Gone Phishing - Email Header and Body Analysis

Intro

In this article, I will investigate how you can analyse an email, and confirm if it’s a phishing/scam/spam email. The idea here is to look at some tools that you might use for this, as well as how to open the attached file, that is most likely malicious, in a safe (sandboxed) way so you can learn what it does. Unfortunately, my example doesn’t contain an attachment, but I will look into that anyway.

With that being said, let’s dive into it!

Email Headers

Now that we know how an email travels, let’s look more closely at the components that make up the said email. This is more of a manual approach, but my rationale behind is that we should first understand what we need to do here, before using any specific tooling. You should be able to analyze the suspicious email manually – I don’t see how you would do so with a tool without understanding what’s going on first.

So! We have:

The Header (which contains information about the email – for example, which servers relayed the email)

The Body (which is the email’s text, usually HTML formatted but it can be in regular plaintext)

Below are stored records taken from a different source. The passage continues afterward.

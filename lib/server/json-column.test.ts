// JSON columns come back from MariaDB as text: the JSON type is an alias of LONGTEXT with a JSON_VALID check
// (MariaDB Knowledge Base, "JSON Data Type"); the text is JSON as RFC 8259 defines it.
import { describe, expect, it } from "vitest";
import { jsonColumn, jsonColumnOrNull } from "./json-column";

describe("JSON columns", () => {
  it("parses the text the driver returns (RFC 8259 values: object, array, number, string, literals)", () => {
    expect(jsonColumn('{"a":[1,2.5,"x"],"b":null}')).toEqual({ a: [1, 2.5, "x"], b: null });
    expect(jsonColumn("[]")).toEqual([]);
    expect(jsonColumn("-0.5e2")).toBe(-50);
    expect(jsonColumn('"\\u00e9"')).toBe("é");
    expect(jsonColumn("false")).toBe(false);
    expect(jsonColumn("null")).toBeNull();
  });

  it("passes an already parsed value through and reads SQL NULL as null", () => {
    const v = { layers: [{ index: 0 }] };
    expect(jsonColumn(v)).toBe(v);
    expect(jsonColumn(null)).toBeNull();
    expect(jsonColumn(undefined)).toBeNull();
  });

  it("refuses text that is not JSON; the lenient reader gives null instead", () => {
    expect(() => jsonColumn("{not json")).toThrow(SyntaxError);
    expect(() => jsonColumn("")).toThrow(SyntaxError);
    expect(jsonColumnOrNull("{not json")).toBeNull();
    expect(jsonColumnOrNull("[1]")).toEqual([1]);
  });
});
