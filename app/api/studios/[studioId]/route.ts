// GET /api/studios/:studioId – one studio and my role in it; PATCH – rename it (owners).
import { route } from "@/lib/server/route";
import { getStudio, renameStudio } from "@/lib/server/studios";
import { studioNameSchema, studioParams } from "@/lib/validation/studio";
import { notFound } from "@/lib/server/errors";

export const GET = route({ access: { kind: "studio", permission: "studio:read" }, params: studioParams }, async ({ studio }) => {
  const s = await getStudio({ studioId: studio.id });
  if (!s) throw notFound("The studio");
  return { ...s, role: studio.role };
});

export const PATCH = route(
  { access: { kind: "studio", permission: "studio:manage" }, params: studioParams, body: studioNameSchema },
  async ({ studio, user, body }) => {
    await renameStudio({ studioId: studio.id, actorId: user.id, name: body.name });
    return { id: studio.id, name: body.name };
  },
);
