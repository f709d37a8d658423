import "server-only";
// What the studio holds, read for lib/next-step.ts nextStep(): libraries with their sample and instrument counts,
// kits with their filled slots, layouts with their audit counts, the newest audit. Small counting queries only.
import { cache } from "react";
import { db } from "./db";
import { jsonColumn } from "./json-column";
import { nextStep, type NextStep, type StudioProgress } from "@/lib/next-step";
import { can, type Role } from "@/lib/permissions";
import type { Kit } from "@/lib/audit/types";

export async function studioProgress({ studioId }: { studioId: string }): Promise<StudioProgress> {
  const k = db();
  const [libs, samples, instruments, kits, layouts, audits, latest, changed] = await Promise.all([
    k("libraries as l").leftJoin("library_health as h", "h.library_id", "l.id").where("l.studio_id", studioId).orderBy("l.name").select("l.id", "l.name", "h.computed_at"),
    k("samples").where({ studio_id: studioId }).groupBy("library_id", "state").select("library_id", "state").count({ n: "*" }),
    k("instruments").where({ studio_id: studioId }).groupBy("library_id").select("library_id").count({ n: "*" }),
    k("kits").where({ studio_id: studioId }).orderBy([{ column: "updated_at", order: "desc" }, { column: "name" }]).select("id", "name", "body"),
    k("layouts").where({ studio_id: studioId }).orderBy([{ column: "updated_at", order: "desc" }, { column: "name" }]).select("id", "name"),
    k("audits").where({ studio_id: studioId }).groupBy("layout_id").select("layout_id").count({ n: "*" }),
    k("audits").where({ studio_id: studioId }).orderBy("created_at", "desc").first("id", "layout_name", "kit_name"),
    // as libraryProgress tells "sorting": catalogued samples changed after the last regroup read them
    k("samples").where({ studio_id: studioId, state: "catalogued" }).groupBy("library_id").select("library_id").max({ t: "updated_at" }),
  ]);
  const lastChange = new Map((changed as Array<{ library_id: string; t: unknown }>).map((r) => [r.library_id, r.t ? new Date(r.t as string).getTime() : null]));
  const total = new Map<string, number>();
  const pending = new Map<string, number>();
  for (const r of samples as Array<{ library_id: string; state: string; n: number | string }>) {
    total.set(r.library_id, (total.get(r.library_id) ?? 0) + Number(r.n));
    if (r.state === "queued" || r.state === "measuring") pending.set(r.library_id, (pending.get(r.library_id) ?? 0) + Number(r.n));
  }
  const inst = new Map((instruments as Array<{ library_id: string; n: number | string }>).map((r) => [r.library_id, Number(r.n)]));
  const audited = new Map((audits as Array<{ layout_id: string; n: number | string }>).map((r) => [r.layout_id, Number(r.n)]));
  return {
    libraries: libs.map((l) => {
      const t = lastChange.get(l.id) ?? null;
      const sorting = t !== null && (!l.computed_at || t > new Date(l.computed_at).getTime());
      return { id: l.id, name: l.name, samples: total.get(l.id) ?? 0, pending: pending.get(l.id) ?? 0, instruments: inst.get(l.id) ?? 0, sorting };
    }),
    kits: kits.map((r) => {
      const body = jsonColumn(r.body) as Kit;
      return { id: r.id, name: r.name, slots: body.slots.length, filled: body.slots.filter((s) => s.instrumentId).length };
    }),
    layouts: layouts.map((l) => ({ id: l.id, name: l.name, audits: audited.get(l.id) ?? 0 })),
    latestAudit: latest ? { id: latest.id, layoutName: latest.layout_name, kitName: latest.kit_name } : null,
  };
}

/** The next step for this member of the studio (one reading per request). */
export const studioNextStep = cache(async (studioId: string, role: Role): Promise<NextStep> =>
  nextStep(await studioProgress({ studioId }), { base: `/s/${studioId}`, canWrite: can(role, "studio:write") }),
);
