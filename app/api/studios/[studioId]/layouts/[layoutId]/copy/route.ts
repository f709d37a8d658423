// POST /api/studios/:studioId/layouts/:layoutId/copy – a new layout with the same pads and pedal.
import { route } from "@/lib/server/route";
import { copyLayout } from "@/lib/server/kits/layouts";
import { copySchema, layoutParams } from "@/lib/validation/kit";

export const POST = route({ access: { kind: "studio", permission: "studio:write" }, params: layoutParams, body: copySchema }, async ({ studio, user, params, body }) => ({
  layout: await copyLayout({ studioId: studio.id, actorId: user.id, layoutId: params.layoutId, name: body.name }),
}));
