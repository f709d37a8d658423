import "server-only";
// Studios, memberships and invitations. Every function takes the studio id explicitly and scopes by it.
import type { Knex } from "knex";
import { db } from "./db";
import { AppError, notFound } from "./errors";
import { hashToken, newId, newToken } from "./ids";
import { appUrl, sendMail } from "./mail";
import { logActivity } from "./activity";
import { sendVerificationMail } from "./auth/accounts";
import { endAllSessions } from "./auth/sessions";
import { later } from "./later";
import { can, CREATOR_ROLE, isRole, KEPT_PERMISSION, rolesWith, roleWithArticle, type Role } from "@/lib/permissions";
import type { StudioSummary } from "@/lib/api-types/studios";
import type { Member } from "@/lib/api-types/members";
import type { Invitation, InvitationView } from "@/lib/api-types/invitations";

const INVITE_TTL_MS = 7 * 24 * 3600_000;

export async function listStudiosForUser(userId: string): Promise<StudioSummary[]> {
  const rows = await db()("memberships as m").join("studios as s", "s.id", "m.studio_id").where("m.user_id", userId).orderBy("s.name").select("s.id", "s.name", "m.role");
  // a role the code does not know grants nothing (roles are data)
  return rows.filter((r) => isRole(r.role)).map((r) => ({ id: r.id, name: r.name, role: r.role }));
}

export async function getStudio({ studioId }: { studioId: string }): Promise<{ id: string; name: string; createdAt: string } | null> {
  const r = await db()("studios").where({ id: studioId }).first();
  return r ? { id: r.id, name: r.name, createdAt: new Date(r.created_at).toISOString() } : null;
}

export async function createStudio({ userId, name }: { userId: string; name: string }): Promise<{ id: string }> {
  const id = newId();
  await db().transaction(async (trx) => {
    await trx("studios").insert({ id, name, created_by: userId });
    await trx("memberships").insert({ studio_id: id, user_id: userId, role: CREATOR_ROLE });
    await logActivity(trx, { studioId: id, actorId: userId, action: "studio.created", subjectType: "studio", subjectId: id, details: { name } });
  });
  return { id };
}

export async function renameStudio({ studioId, actorId, name }: { studioId: string; actorId: string; name: string }): Promise<void> {
  await db().transaction(async (trx) => {
    const before = await trx("studios").where({ id: studioId }).first("name");
    if (!before) throw notFound("The studio");
    await trx("studios").where({ id: studioId }).update({ name });
    await logActivity(trx, { studioId, actorId, action: "studio.renamed", subjectType: "studio", subjectId: studioId, details: { from: before.name, to: name } });
  });
}

/** Members by role as ROLES lists them (the column is an ENUM in that order), then by name. */
export async function listMembers({ studioId }: { studioId: string }): Promise<Member[]> {
  const rows = await db()("memberships as m").join("users as u", "u.id", "m.user_id").where("m.studio_id", studioId).orderBy([{ column: "m.role" }, { column: "u.name" }]).select("u.id", "u.name", "u.email", "m.role", "m.created_at");
  return rows.map((r) => ({ userId: r.id, name: r.name, email: r.email, role: r.role, since: new Date(r.created_at).toISOString() }));
}

/** Members who hold KEPT_PERMISSION (the owners), their rows locked until the transaction ends. */
async function lockedKeeperCount(trx: Knex.Transaction, studioId: string): Promise<number> {
  const rows = await trx("memberships").where({ studio_id: studioId }).forUpdate().select("role");
  return rows.filter((r) => can(r.role, KEPT_PERMISSION)).length;
}

/** The role that keeps a studio manageable, named for messages ("owner"). */
const keeper = () => rolesWith(KEPT_PERMISSION).join(" or ");
const aKeeper = () => rolesWith(KEPT_PERMISSION).map(roleWithArticle).join(" or ");

export async function changeRole({ studioId, actorId, userId, role }: { studioId: string; actorId: string; userId: string; role: Role }): Promise<void> {
  await db().transaction(async (trx) => {
    const keepers = await lockedKeeperCount(trx, studioId);
    const m = await trx("memberships").where({ studio_id: studioId, user_id: userId }).first("role");
    if (!m) throw notFound("That member");
    if (m.role === role) return;
    if (can(m.role, KEPT_PERMISSION) && !can(role, KEPT_PERMISSION) && keepers <= 1) throw new AppError("conflict", `A studio needs at least one ${keeper()}: make someone else ${aKeeper()} first.`);
    await trx("memberships").where({ studio_id: studioId, user_id: userId }).update({ role });
    await logActivity(trx, { studioId, actorId, action: "member.role-changed", subjectType: "user", subjectId: userId, details: { from: m.role, to: role } });
  });
}

export async function removeMember({ studioId, actorId, userId }: { studioId: string; actorId: string; userId: string }): Promise<void> {
  await db().transaction(async (trx) => {
    const keepers = await lockedKeeperCount(trx, studioId);
    const m = await trx("memberships as m").join("users as u", "u.id", "m.user_id").where({ "m.studio_id": studioId, "m.user_id": userId }).first("m.role", "u.email");
    if (!m) throw notFound("That member");
    if (can(m.role, KEPT_PERMISSION) && keepers <= 1) throw new AppError("conflict", `The last ${keeper()} cannot be removed: make someone else ${aKeeper()} first.`);
    await trx("memberships").where({ studio_id: studioId, user_id: userId }).delete();
    // the removed person is signed out everywhere: a session is not a pass into the studio they left
    await endAllSessions(trx, userId);
    await logActivity(trx, { studioId, actorId, action: "member.removed", subjectType: "user", subjectId: userId, details: { email: m.email, role: m.role } });
  });
}

export async function listInvitations({ studioId }: { studioId: string }): Promise<Invitation[]> {
  const rows = await db()("invitations as i").join("users as u", "u.id", "i.invited_by").where("i.studio_id", studioId).whereNull("i.accepted_at").whereNull("i.revoked_at").andWhere("i.expires_at", ">", new Date()).orderBy("i.created_at", "desc").select("i.*", "u.name as inviter");
  return rows.map((r) => ({ id: r.id, email: r.email, role: r.role, invitedBy: r.inviter, expiresAt: new Date(r.expires_at).toISOString(), createdAt: new Date(r.created_at).toISOString() }));
}

export async function createInvitation({ studioId, actorId, email, role }: { studioId: string; actorId: string; email: string; role: Role }): Promise<{ id: string }> {
  const id = newId();
  const token = newToken();
  const studio = await getStudio({ studioId });
  if (!studio) throw notFound("The studio");
  await db().transaction(async (trx) => {
    const member = await trx("memberships as m").join("users as u", "u.id", "m.user_id").where({ "m.studio_id": studioId, "u.email": email }).first("m.role");
    if (member) throw new AppError("conflict", `${email} is already a member of this studio (${member.role}).`);
    // A new invitation to the same address replaces any pending one.
    await trx("invitations").where({ studio_id: studioId, email }).whereNull("accepted_at").whereNull("revoked_at").update({ revoked_at: new Date() });
    await trx("invitations").insert({ id, studio_id: studioId, email, role, token_hash: hashToken(token), invited_by: actorId, expires_at: new Date(Date.now() + INVITE_TTL_MS) });
    await logActivity(trx, { studioId, actorId, action: "invitation.sent", subjectType: "invitation", subjectId: id, details: { email, role } });
  });
  const inviter = await db()("users").where({ id: actorId }).first("name");
  await sendMail({
    to: email,
    subject: `${inviter?.name ?? "Someone"} invited you to the studio "${studio.name}" on Kitwright`,
    text: `Hello,\n\n${inviter?.name ?? "Someone"} invited you to join the studio "${studio.name}" on Kitwright as ${roleWithArticle(role)}.\n\nAccept the invitation here (you can create an account on the way):\n\n${appUrl(`/invite/${token}`)}\n\nThe invitation expires in 7 days.\n`,
  });
  return { id };
}

export async function revokeInvitation({ studioId, actorId, invitationId }: { studioId: string; actorId: string; invitationId: string }): Promise<void> {
  await db().transaction(async (trx) => {
    const inv = await trx("invitations").where({ id: invitationId, studio_id: studioId }).whereNull("accepted_at").whereNull("revoked_at").first();
    if (!inv) throw notFound("That invitation");
    await trx("invitations").where({ id: invitationId }).update({ revoked_at: new Date() });
    await logActivity(trx, { studioId, actorId, action: "invitation.revoked", subjectType: "invitation", subjectId: invitationId, details: { email: inv.email, role: inv.role } });
  });
}

export async function viewInvitation(token: string): Promise<InvitationView> {
  const r = await db()("invitations as i").join("studios as s", "s.id", "i.studio_id").join("users as u", "u.id", "i.invited_by").where("i.token_hash", hashToken(token)).first("i.*", "s.name as studio_name", "u.name as inviter");
  if (!r) return { state: "invalid" };
  if (r.accepted_at) return { state: "accepted" };
  if (r.revoked_at) return { state: "revoked" };
  if (new Date(r.expires_at).getTime() < Date.now()) return { state: "expired" };
  return { state: "pending", studioName: r.studio_name, email: r.email, role: r.role, inviter: r.inviter };
}

/** Accepts an invitation for the signed-in user, whose address must be the invited one. */
export async function acceptInvitation({ token, userId }: { token: string; userId: string }): Promise<{ studioId: string }> {
  return db().transaction(async (trx) => {
    const inv = await trx("invitations").where({ token_hash: hashToken(token) }).forUpdate().first();
    if (!inv) throw new AppError("invalid-input", "This invitation link is not valid.");
    if (inv.accepted_at) throw new AppError("invalid-input", "This invitation has already been accepted.");
    if (inv.revoked_at) throw new AppError("invalid-input", "This invitation was withdrawn by the studio.");
    if (new Date(inv.expires_at).getTime() < Date.now()) throw new AppError("invalid-input", "This invitation has expired; ask the studio for a new one.");
    const user = await trx("users").where({ id: userId }).first("email");
    if (!user || user.email !== inv.email) throw new AppError("forbidden", `This invitation is for ${inv.email}. Sign in with that address to accept it.`);
    const existing = await trx("memberships").where({ studio_id: inv.studio_id, user_id: userId }).first();
    if (!existing) await trx("memberships").insert({ studio_id: inv.studio_id, user_id: userId, role: inv.role });
    await trx("invitations").where({ id: inv.id }).update({ accepted_at: new Date(), accepted_by: userId });
    // The invitation link reached this address, which confirms it.
    await trx("users").where({ id: userId }).whereNull("email_verified_at").update({ email_verified_at: new Date() });
    await logActivity(trx, { studioId: inv.studio_id, actorId: userId, action: "invitation.accepted", subjectType: "invitation", subjectId: inv.id, details: { email: inv.email, role: inv.role } });
    return { studioId: inv.studio_id as string };
  });
}

/**
 * Right after sign-up with an invitation link: when the new account's address is the invited one, the
 * invitation is accepted (which also confirms the address). Otherwise nothing happens and the account
 * gets the usual verification mail.
 */
export async function acceptInvitationForNewAccount({ token, userId, email, mailHeaders }: { token: string; userId: string; email: string; mailHeaders?: Record<string, string> }): Promise<{ studioId: string } | null> {
  const view = await viewInvitation(token);
  if (view.state === "pending" && view.email === email) return acceptInvitation({ token, userId });
  const u = await db()("users").where({ id: userId }).first("id", "email", "name");
  later("verification mail", () => sendVerificationMail(u, mailHeaders));
  return null;
}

Let’s look at email header fields:

From – sender’s address
Subject – subject line of the email
To – recipient’s address
Date – when the email was sent

These headers are what you can see in your email client easily.

(I will use a same email example for this article, keep in mind this was a real scam/spam/phishing email I’ve received couple months back)

Points 1, 2, 3, and 4 are what’s explained above. Note that 3. (To header) says the email’s been sent to recipients i.e., my email address is omitted. This can be done in a couple of ways, but the gist of it is that its due to the SMTP protocol and how it works; more precisely put, due to the Internet standards in regards to emails – RFC821, RFC822, and RFC2821. SMTP would deliver to the RCPT TO, while TO, CC, and BCC are what the email claims where the message is sent. They are in fact optional and can thus be altered.

Going back to our case, when viewing the message raw (even better if you extract the .eml file, like in the image below):

When I check the headers through https://mailheader.org

There’s a couple of things to unpack here, and I’ll circle back to it. Before going into any of that here’s another useful link on headers – Understanding an email header. Of course, there’s many more headers to an email, and I’ve added some links to resources at the end of the article.

Email Body

The email body contains the text (either plaintext or HTML formatted). My example email in text only format:

You can view source code as well as the rendered HTML. Header that will be associated with an attachment is usually Content-Type and Content-Disposition. The Content-Type header would say something like pdf/application, and Content-Disposition would say attachment.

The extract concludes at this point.